University of Malta gets funding for Mediterranean arts programme

The University of Malta’s English Department has been awarded funds to hold a Mediterranean-wide literature, arts and culture programme in 2017- 2018

Participants at the Writing the Mediterranean Programme (2014)
Participants at the Writing the Mediterranean Programme (2014)
Prof. Stella Borg Barthet (Department of English, University of Malta) was successfully awarded funding for Mediterranean Imaginaries to be held in 2017 and 2018.
Prof. Stella Borg Barthet (Department of English, University of Malta) was successfully awarded funding for Mediterranean Imaginaries to be held in 2017 and 2018.

The Department of English at the University of Malta has been awarded Erasmus+ funding in order to host an intensive programme entitled ‘Mediterranean Imaginaries: Literature, Arts, Culture.’

The programme builds on the foundations laid by the Writing the Mediterranean programme that the Department hosted in 2013 and 2014, and for which it was also awarded similar funding.

The upcoming programme is set to take place in 2017 and 2018, and it will bring together academics and students from seven different universities, namely: Goldsmiths (UK), Nova Gorica (Slovenia), Minho (Portugal), Cagliari (Italy), Florence (Italy), Carthage (Tunisia), and Malta.

The programme includes two intensive spring schools to be hosted in Malta, two postgraduate symposia to be hosted in Malta and London, and a number of events and publications such as lectures, seminars, poster sessions, workshops, and special issue journals, which will be held in all the partner countries.

These activities will maximise the impact and reach of the ideas and scholarship generated by Mediterranean Imaginaries, to the benefit of academics and students working in, on, and around the Mediterranean.

Participants in the programme will explore and study Mediterranean literature, film, and a large array of texts from different periods, engaging with the cultural encounters, clashes, and exchanges of the region. They will study how these, in turn, affect national and regional literatures through a research network that operates at transnational level, sharing and confronting ideas, practices, and study methods.

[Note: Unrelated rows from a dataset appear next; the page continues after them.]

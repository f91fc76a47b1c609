//! `duration WINDOW`: how long a window is, s.

use pulsewright_circuit::phrase::Window;

use super::{Number, Reader, Sample};

impl Reader<'_> {
    pub(super) fn duration(&self, w: Option<&Window>) -> Sample {
        let extent = self.extent(w)?;
        let ends = extent.intervals.iter().flat_map(|i| [i.start, i.end]);
        let (scales, size) = ends.fold((0.0, 0.0), |(a, b), t| (a + self.since_event(t), b + t));
        Ok(Number::itself(extent.length(), scales, size))
    }
}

The programme will foreground and explore openness and hospitality in relation to those experiencing political strife and aims to develop receptivity and understanding of different cultures, both in the participants who are directly involved, as well as in the wider communities in which they live and work.

The Department of English offers hundreds of students a stimulating and wide-ranging academic experience at both undergraduate and postgraduate level on an annual basis. It offers specialisation in diverse areas such as literary theory, contemporary literature, comparative literature, cultural studies, romanticism, modernism, postcolonial studies, posthumanism, the post-literary, and linguistics, the Department is committed to a standard of excellence in teaching and research.